The Alzheimer’s Disease Neuroimaging Initiative (ADNI) is a multicenter study that is designed to explore and validate the use of biomarkers in aging and dementia. The primary biomarkers include structural MRI scans and PET scans of both glucose metabolism (FDG) and amyloid. In addition, subjects undergo lumbar puncture for measurement of CSF Abeta and tau, as well as extensive cognitive testing. Currently 800 participants – 400 with mild cognitive impairment, 200 with Alzheimer’s disease, and 200 healthy older controls – are enrolled at about 60 centers in North America. Our laboratory is the coordinating center for the PET core and one of the primary data analysis labs.
Subjects are studied approximately annually with repeated scans and cognitive tests. Goals of the project include assessing the use of these techniques as outcomes in clinical trials, with the hopes that these biomarkers might ultimately be validated as surrogate measures of drug efficacy. Already, it is clear that these scans will be able to lower the sample sizes of clinical trials since their variability is smaller than the variability seen with cognitive tests. In addition, these biomarkers are being examined for their ability to enrich cohorts of potential subjects who are most likely to show cognitive decline or dementia over time. For example, by scanning individuals with normal cognition or very mild cognitive impairment we may be able to select individuals at high risk of decline who would benefit from therapy and could participate meaningfully in a clinical trial. This project has generated large amounts of data including imaging, cognitive, biochemical, and genetic measures all of which are publicly available.

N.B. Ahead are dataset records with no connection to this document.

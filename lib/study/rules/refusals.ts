import { grouped } from '@/lib/number/rules'
import { refuse } from '@/lib/http/errors'
import { isSamePlace, missingInPlan } from '@/lib/protocol/rules/faults'
import { jarsAtStation, jarsOfPlan, setAsideJars, stationName } from '@/lib/protocol/rules/plan'
import type { PlannedStation, ProtocolPlan } from '@/lib/protocol/schema'
import { jarsFromGrams } from '@/lib/science/jar-grams'
import { waysToFit } from './plan'
import { freeIn, type StationOffer } from './stations'
import { capital, counted } from './words'

export type BatchOffer = { id: string; code: string; state: string; yieldG: number | null; takenG: number }

export function refusePlan(plan: ProtocolPlan): void {
  const missing = missingInPlan(plan)
  if (missing) throw refuse.invalid(missing, { protocolVersionId: 'This protocol is not complete.' })
}

export function refuseBatch(batch: BatchOffer): void {
  if (batch.state === 'released') return
  const why =
    batch.state === 'rejected' ? 'was rejected, so no study can start on it' : `is still ${batch.state}`
  const act = batch.state === 'rejected' ? 'Choose another batch.' : 'Release it before a study starts on it.'
  throw refuse.conflict(`${batch.code} ${why}. ${act}`, { kind: 'batch state', batch: batch.code })
}

/** The batch must fill every jar; the refusal says how many grams are missing and what would fit. */
export function refuseShortBatch(plan: ProtocolPlan, batch: BatchOffer): void {
  const batchG = (batch.yieldG ?? 0) - batch.takenG
  // The jar plan computes with a positive mass; an empty batch is short of everything.
  const need = jarsOfPlan(plan, Math.max(batchG, 0.001))
  if (need.fits) return
  const enoughFor = jarsFromGrams(batchG, plan.fillG, plan.lossPercent)
  throw refuse.conflict(
    `${grams(need.shortG)} g are missing, so this study cannot start. ${capital(counted(need.jars, 'jar'))} of ${plan.fillG} g are ${grams(need.grams)} g with the loss; ${batch.code} has ${grams(batchG)} g left, enough for ${enoughFor}.`,
    {
      kind: 'batch short',
      batch: batch.code,
      batchG,
      enoughFor,
      ...need,
      initialJars: plan.initialJars,
      retains: plan.retains + setAsideJars(plan),
      options: batchG > 0 ? waysToFit(plan, batchG) : [],
    },
  )
}

/** Every planned station needs one of the lab's, of its own, with room for all jars of all batches. */
export function refuseStations<T extends StationOffer>(
  plan: ProtocolPlan,
  chosen: (T | null)[],
  batchCount: number,
): T[] {
  plan.stations.forEach((planned, position) => {
    const station = chosen[position]
    if (station) refuseChoice(plan, planned, position, chosen, batchCount)
  })
  return plan.stations.map((planned, position) => {
    const station = chosen[position]
    if (station) return station
    const name = stationName(planned, position)
    if (planned.light) {
      throw refuse.conflict(`No light station is chosen for ${name}. Choose the one whose lamps it means.`, {
        kind: 'station',
        position,
      })
    }
    throw refuse.conflict(
      `No station of the lab can be ${name}. Ask a manager to add one, or take it out of the protocol.`,
      { kind: 'station', position },
    )
  })
}

function refuseChoice(
  plan: ProtocolPlan,
  planned: PlannedStation,
  position: number,
  chosen: (StationOffer | null)[],
  batchCount: number,
): void {
  const station = chosen[position]!
  const name = stationName(planned, position)
  const detail = { kind: 'station', position }
  if (!station.isActive) {
    throw refuse.conflict(`${station.name} is out of use. Choose another station for ${name}.`, detail)
  }
  if (
    station.kind !== planned.kind ||
    (planned.kind === 'temperature' && station.temperatureC !== planned.temperatureC)
  ) {
    throw refuse.conflict(
      `${station.name} is no ${name} station. Choose one that keeps what the protocol asks for.`,
      detail,
    )
  }
  refuseCycle(planned, station, detail)
  const sharing = plan.stations.filter((_, other) => chosen[other]?.id === station.id)
  const isTwice = plan.stations.some(
    (other, at) => at !== position && chosen[at]?.id === station.id && isSamePlace(other, planned),
  )
  if (isTwice) {
    throw refuse.conflict(
      `${station.name} is chosen twice. Each station of a protocol needs its own.`,
      detail,
    )
  }
  // Upright and lying jars share their station's places.
  const needed = sharing.reduce((sum, one) => sum + jarsAtStation(plan, one), 0) * batchCount
  if (freeIn(station) < needed) {
    throw refuse.conflict(
      `${station.name} has ${counted(freeIn(station), 'free place')}, ${needed} are needed. Choose another station, or make room there.`,
      { ...detail, free: freeIn(station), needed },
    )
  }
}

function refuseCycle({ cycle }: PlannedStation, station: StationOffer, detail: object): void {
  const { cycleLowC = null, cycleHighC = null } = station
  if (!cycle || (cycleLowC === cycle.coldC && cycleHighC === cycle.warmC)) return
  const celsius = (value: number | null) => (value === null ? 'no set' : `${value} °C`).replace('-', '−')
  throw refuse.conflict(
    `${station.name} cycles between ${celsius(cycleLowC)} and ${celsius(cycleHighC)}, the protocol between ${celsius(cycle.coldC)} and ${celsius(cycle.warmC)}. Choose another station, or change the protocol's cycle.`,
    detail,
  )
}

function grams(value: number): string {
  return grouped(Math.ceil(value - 1e-9), 0)
}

More information can be found at ADNI HOME
Dopamine Working Memory and Aging
Changes in prefrontal cortical structure and function, along with decline in working memory ability, are both well established features of aging. Mechanisms underlying these changes could include both β-amyloid deposition and cerebrovascular disease (see project 1). In addition, loss of nigro-striatal and ventral tegmental-prefrontal dopaminergic neurons are known to occur with advancing age, and dopamine is well established as an important neurotransmitter that mediates working memory function. Thus, the goal of this project is to relate changes in brain dopamine to age-related decline in working memory performance. We are using a variety of approaches to measuring brain dopamine, and relating changes in brain dopamine to brain activation during working memory tasks using fMRI.
Current projects use [18F]Flurometatyrosine (FMT) with PET as an indicator of presynaptic dopamine synthesis capacity, and these FMT measures are relate to both working memory ability and fMRI activation. In addition, we are using [11C]Racolpride to directly measure brain dopamine release during a working memory task. These measures of dopamine release will also be compared to fMRI activation and behavioral performance. The basic hypotheses driving these investigations are that changes in brain dopamine will result in reduced activation in brain regions known to receive afferent projections from striatum, and that these changes will be related to cognitive ability.
PET scan with the tracer [11C]Racolpride to directly measure brain dopamine release during a working memory task.